Thus my point. Except the comment is not how they are run but that opinions
expressed that don't tow the line are cut from the tree.

------
skookumchuck
I doubt censorship and speech codes ever changed anyone's mind. It just
produces a facade.

------
tus87
Wow TWO posts on front page of HN calling for censorship. What's going on?!?!

------
wutbrodo
I commented on this the last time it made the rounds, and the study's
methodology is flawed in a pretty central way.

From the paper:

> Hate speech and harassment are contentious topics, lacking clear
> definitions. As discussed above, the European Court of Human Rights notes
> that “no universally accepted definition of the term ‘hate speech’ exists”
> [48]. They adopt a definition including “comments which are necessarily
> directed against a person or particular group of people”, focusing on race,
> religion, “aggressive nationalism and ethnocentrism”, and homophobic speech
> [48].

> This definition provides a useful starting point, but it is difficult to
> operationalize at scale. We therefore take a usage-based approach: given
> that Reddit has banned the r/fatpeoplehate and r/CoonTown forums, we focus
> on textual content that is distinctively characteristic of these forums.
> Using an automated keyword identification technique, we build lexicons of
> keywords for r/fatpeoplehate and r/CoonTown, which makes it possible to
> track whether the words in these lexicons become more common in other forums
> after the ban. Next, we manually inspect the automatically generated
> lexicons, and identify a subset of terms that are especially oriented
> towards hate speech. These manually refined lexicons are sparser, but offer
> higher precision.

The Tldr here is that they defined hate speech as "the subset of terms heavily
used in these subreddits, manually filtered by the authors' subjective (and
opaque) assessment of hatefulness". My beef actually isn't with the
subjectivity of the latter part: I think the reliance on the ill-defined
concept of hate speech does a lot more harm than good, but I acknowledge that
plenty of people think it's valuable, and that's a non-central hill to die on
here.

The real issue with the study is that starting your definition of hate speech
with "the lexicon of banned subs" is a fatal confounder:

Many subreddits, particularly free-flowing ideological echo chambers, end up
with distinctive lexicons: specific phrases, terms, and in-jokes that people
bring up to solidify feelings of community. This isn't a novel insight, since
it's how most communities (and indeed relationships) work. the phenomenon is
exacerbated for ideological echo chambers, and not just the ones in the right
which are more likely to align with people's definition of hate speech: you
can find the exact same phenomenon on exho chambers like LateStageCapitalism
or ChoosingBeggars, and a milder version on most subs that are less general-
interest than eg r/movies.

The study's conclusions essentially boils down to: "if you ban a sub, the
distinctive lexicon of that sub becomes less common".....duh? It provides very
little signal about the way the amount of hate speech evolves, as someone from
fatpeoplehate could easily be spewing the same vile content elsewhere, and
just use the term "hambeast" less in favor of a more broadly-used slur like
"pig". This isn't a possibility that the paper even attempts to address, and
it's conclusions in light of this fatal flaw are downright dishonest.
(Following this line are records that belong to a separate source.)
describe('approving and revising', () => {
  it('when someone other than a Level 3 approves, then 403 and the revision stays a draft', async () => {
    const level3 = await signedInAs(context, ['level3']);
    const { id, body } = await createDraft(level3);
    for (const role of ['auditor', 'quality_manager', 'accountable_manager', 'technician', 'admin'] as const) {
      const session = await signedInAs(context, [role]);
      const response = await session.post(`/api/techniques/${id}/revisions/A/approve`).send({ version: body.revisions[0].version });
      expect(response.status, role).toBe(403);
    }
    expect((await TechniqueRevision.findOne({ where: { techniqueId: id } }))!.state).toBe('draft');
  });

  it('when the approve ladder is walked, then 401 → 400 → 404 → 409 → 200, and the approved revision is read-only (422)', async () => {
    const level3 = await signedInAs(context, ['level3']);
    const { id, body, technique } = await createDraft(level3);
    const version = body.revisions[0].version;
    expect((await request(context.app).post(`/api/techniques/${id}/revisions/A/approve`).send({ version })).status).toBe(401);
    expect((await (await otherLevel3()).post(`/api/techniques/${id}/revisions/A/approve`).send({})).status).toBe(400);
    expect((await (await otherLevel3()).post(`/api/techniques/${id}/revisions/Z/approve`).send({ version })).status).toBe(404);
    expect((await (await otherLevel3()).post(`/api/techniques/${id}/revisions/A/approve`).send({ version: version + 1 })).status).toBe(409);

    // Its author may not approve it (segregation of duties); another Level 3 may.
    const own = await level3.post(`/api/techniques/${id}/revisions/A/approve`).send({ version });
    expect(own.status).toBe(403);
    expect(own.body.revisions).toBeUndefined();
    const approver = await otherLevel3();
    const approved = await approver.post(`/api/techniques/${id}/revisions/A/approve`).send({ version });
    expect(approved.status).toBe(200);
    expect(approved.body.revisions[0]).toMatchObject({
      state: 'approved',
      approvedBy: { id: approver.user.id, name: approver.user.displayName },
      allowedEvents: [],
    });
    expect(approved.body.revisions[0].approvedAt).toEqual(expect.any(String));
    expect(approved.body.allowedEvents).toEqual(['NEW_REVISION']);

    const edit = await level3
      .patch(`/api/techniques/${id}/revisions/A`)
      .send({ version: approved.body.revisions[0].version, technique: { ...technique, title: 'Changed after approval' } });
    expect(edit.status).toBe(422);
    expect(edit.body.error.message).toContain('read-only');
    const again = await (await otherLevel3()).post(`/api/techniques/${id}/revisions/A/approve`).send({ version: approved.body.revisions[0].version });
    expect(again.status).toBe(422);
    expect((await TechniqueRevision.findOne({ where: { techniqueId: id } }))!.content.title).toBe(technique.title);
    expect(await trailEvents(id)).toEqual(['TECHNIQUE_CREATED', 'REVISION_APPROVED']);
  });

  it('when a new revision is started, then it copies the latest into a draft B; approving B supersedes A', async () => {
    const level3 = await signedInAs(context, ['level3']);
    const { id, body } = await createDraft(level3);
    await (await otherLevel3()).post(`/api/techniques/${id}/revisions/A/approve`).send({ version: body.revisions[0].version });

    expect((await request(context.app).post(`/api/techniques/${id}/revisions`).send({})).status).toBe(401);
    const auditor = await signedInAs(context, ['auditor']);
    expect((await auditor.post(`/api/techniques/${id}/revisions`).send({})).status).toBe(403);
    expect((await level3.post(`/api/techniques/999999/revisions`).send({})).status).toBe(404);

    const started = await level3.post(`/api/techniques/${id}/revisions`).send({});
    expect(started.status).toBe(201);
    const [draft, first] = started.body.revisions;
    expect(draft).toMatchObject({ revision: 'B', state: 'draft', verdict: first.verdict });
    expect({ ...draft.content, revision: 'A' }).toEqual(first.content);
    expect(draft.content.revision).toBe('B');
    expect(started.body.currentRevision).toBe('A');
    expect(started.body.allowedEvents).toEqual([]);

    const second = await level3.post(`/api/techniques/${id}/revisions`).send({});
    expect(second.status).toBe(422);
    expect(second.body.error.message).toContain('still a draft');

    const approved = await (await otherLevel3()).post(`/api/techniques/${id}/revisions/B/approve`).send({ version: draft.version });
    expect(approved.status).toBe(200);
    const states = Object.fromEntries(approved.body.revisions.map((revision: { revision: string; state: string }) => [revision.revision, revision.state]));
    expect(states).toEqual({ A: 'superseded', B: 'approved' });
    expect(approved.body.revisions[1].supersededAt).toEqual(expect.any(String));
    expect(approved.body.currentRevision).toBe('B');
    expect(await trailEvents(id)).toEqual(['TECHNIQUE_CREATED', 'REVISION_APPROVED', 'REVISION_CREATED', 'REVISION_SUPERSEDED', 'REVISION_APPROVED']);
  });
});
It's depressing how often people cite this study uncritically. As always,
_read the papers behind articles before you cite or share believe them_,
particularly when they're reliant on undefined, impossible to measure
definitions like "hate speech". If authors at "papers of record" like the NYT
are regularly too dumb or dishonest to accurately describes papers'
conclusions (or at least describe their limitations), a rag like TechCrunch is
DEFINITELY not something you should take at face value.

------
senectus1
Only if you search for results with blinkers on.

they shoved these toxic groups elsewhere. they didn't go away.

------
chobeat
They are only moving to other platforms that are harder to track, like Discord
or Telegram. Just because they don't appear in the data doesn't mean that they
don't exist. Then yes, you sanitize some platforms but the problem as a whole
is just less evident but still growing.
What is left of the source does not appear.